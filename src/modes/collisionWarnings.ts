/** A mode of another family (torsion, lateral bending, or longitudinal for the solid model) to check against the tuned partials. */
export interface OtherMode {
  readonly family: 'torsion' | 'lateral' | 'longitudinal';
  readonly mode: number;
  readonly hz: number;
}

/**
 * How far beyond the tuned partials other modes are listed, cents (50: wide enough to hold every
 * mode the beating rule below can flag for partials above about 210 Hz, where 6 Hz is 50 cents).
 */
export const collisionWindowCents = 50;

/**
 * The closest, in Hz, a torsion, lateral or longitudinal mode may come to a tuned partial before
 * it can make the bar buzz or beat: 6 Hz below 1 kHz, 15 Hz below 2 kHz, 30 Hz above
 * (common practice, from memory; ../shared/brief.md, "other modes"). Beats are |f₁ − f₂| per
 * second, so the rule is a distance in Hz, not in cents.
 */
export function collisionDistanceHz(partialHz: number): number {
  if (partialHz < 1000) return 6;
  if (partialHz < 2000) return 15;
  return 30;
}

/** The beating rule in words, for messages. */
export const collisionRuleText = '6 Hz below 1 kHz, 15 Hz below 2 kHz, 30 Hz above';

/**
 * Warnings for torsion, lateral or longitudinal modes within the beating distance
 * (collisionDistanceHz) of one of the first three bending partials, nearest first, e.g.
 * "torsion mode 1 is 18 cents from bending partial 3 (4.2 Hz apart; closer than 15 Hz can beat)"
 * (cents = 1200·log₂ ratio, rounded to whole cents, sign dropped).
 */
export function collisionWarnings(bendingHz: readonly number[], others: readonly OtherMode[]): string[] {
  const found: { cents: number; text: string }[] = [];
  bendingHz.slice(0, 3).forEach((partial, index) => {
    const allowed = collisionDistanceHz(partial);
    for (const other of others) {
      const apart = Math.abs(other.hz - partial);
      if (apart > allowed) continue;
      const cents = Math.abs(1200 * Math.log2(other.hz / partial));
      found.push({ cents, text: `${other.family} mode ${other.mode} is ${Math.round(cents)} cents from bending partial ${index + 1} (${apart.toFixed(1)} Hz apart; closer than ${allowed} Hz can beat)` });
    }
  });
  return found.sort((a, b) => a.cents - b.cents).map((f) => f.text);
}

/** Where one other mode stands against the beating rule: its nearest tuned partial by the rule, and how far inside or outside. */
export interface OtherModeClearance {
  readonly family: OtherMode['family'];
  readonly mode: number;
  readonly hz: number;
  /** The tuned partial (1-based) whose rule it comes closest to breaking, and that partial's Hz. */
  readonly partial: number;
  readonly partial_hz: number;
  /** The other mode less the partial, Hz (negative: below it). */
  readonly apart_hz: number;
  /** The rule's distance at that partial, Hz (collisionDistanceHz). */
  readonly allowed_hz: number;
  /** |apart| − allowed, Hz: positive is clear, zero or less can beat. */
  readonly margin_hz: number;
  /** True when the mode is farther than the rule's distance from every tuned partial (margin > 0). */
  readonly clear: boolean;
}

/**
 * Each other mode against every tuned partial (all of `tunedHz`, Hz) by the beating rule
 * (collisionDistanceHz): the partial where |f_other − f_partial| − distance is smallest, and that
 * margin in Hz; a mode is clear when the margin is positive (a mode exactly at the distance is
 * flagged, as collisionWarnings does). Sorted tightest first. Pure arithmetic in Hz.
 */
export function otherModeClearances(tunedHz: readonly number[], others: readonly OtherMode[]): OtherModeClearance[] {
  const found: OtherModeClearance[] = [];
  for (const other of others) {
    let nearest: OtherModeClearance | undefined;
    tunedHz.forEach((partial, index) => {
      const apart = other.hz - partial;
      const allowed = collisionDistanceHz(partial);
      const margin = Math.abs(apart) - allowed;
      if (!nearest || margin < nearest.margin_hz) nearest = { family: other.family, mode: other.mode, hz: other.hz, partial: index + 1, partial_hz: partial, apart_hz: apart, allowed_hz: allowed, margin_hz: margin, clear: margin > 0 };
    });
    if (nearest) found.push(nearest);
  }
  return found.sort((a, b) => a.margin_hz - b.margin_hz);
}
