// The solid model's vertical bending partials alone, with their thickness sensitivities: what a
// session needs of the 3D bar, without the torsion and sideways families analyzeBar also finds.
import type { BarModel } from './BarModel.ts';
import { solidBarOf } from './analyzeSolidBar.ts';
import { solidMeshFor, solidModesOf, solveSolidPart, type SolidPartSolution } from './solidBarModes.ts';
import { solidThicknessSensitivities } from './solidSensitivities.ts';

/** The first vertical bending partials of a rectangular bar on the solid model. */
export interface SolidBendingPartials {
  /** Frequencies, Hz, ascending. */
  readonly hz: number[];
  /** Per partial, d(cents)/d(t_j) at every station j of the bar's profile, cents per metre (empty unless asked). */
  readonly centsPerMetre: Float64Array[];
}

/** Lanczos relative residual: analyzeBar's own (frequencies to about 1e-8), so both give the same partials. */
const tolerance = 1e-4;

/**
 * The first `count` vertical bending partials of a rectangular bar (SI model) on the solid model,
 * solving only the half that holds them (the symmetric half about mid-width, or the full body when
 * the grain is not aligned), on analyzeBar's meshes; with `sensitivities`, each partial's exact
 * thickness sensitivity at every profile station (solidThicknessSensitivities, dλ/dt_j, as
 * cents: (1200/ln 2)·dλ/(2λ) per metre). More modes are asked for until `count` bending ones are
 * found. About half the cost of analyzeBar's solid analysis.
 */
export function solidBendingPartials(model: BarModel, count: number, sensitivities = false): SolidBendingPartials {
  const bar = solidBarOf(model);
  const part = bar.mirrorSymmetric ? 'symmetric' : 'full';
  const mesh = solidMeshFor(part);
  let asked = count + 1;
  let solution: SolidPartSolution;
  for (;;) {
    solution = solveSolidPart(bar, part, mesh, { count: asked }, tolerance);
    const bending = solidModesOf([solution]).filter((mode) => mode.kind === 'bending');
    if (bending.length >= count || asked > count + 12) break;
    asked += 2;
  }
  const bending = solidModesOf([solution])
    .filter((mode) => mode.kind === 'bending')
    .slice(0, count);
  if (bending.length < count) throw new Error(`internal: the solid model found ${bending.length} of ${count} bending partials`);
  const centsPerNeper = 1200 / Math.LN2;
  return {
    hz: bending.map((mode) => mode.hz),
    centsPerMetre: sensitivities ? bending.map((mode) => Float64Array.from(solidThicknessSensitivities(solution, mode.vectorIndex), (d) => (centsPerNeper * d) / (2 * mode.eigenvalue))) : [],
  };
}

· · · · · · ·

- Problem details:
Scan the listing above for the line that has "readonly clear: boolean;", then copy exactly from that line through the line that has "the distance is".

- Result of the exercise:
  readonly clear: boolean;
}

/**
 * Each other mode against every tuned partial (all of `tunedHz`, Hz) by the beating rule
 * (collisionDistanceHz): the partial where |f_other − f_partial| − distance is smallest, and that
 * margin in Hz; a mode is clear when the margin is positive (a mode exactly at the distance is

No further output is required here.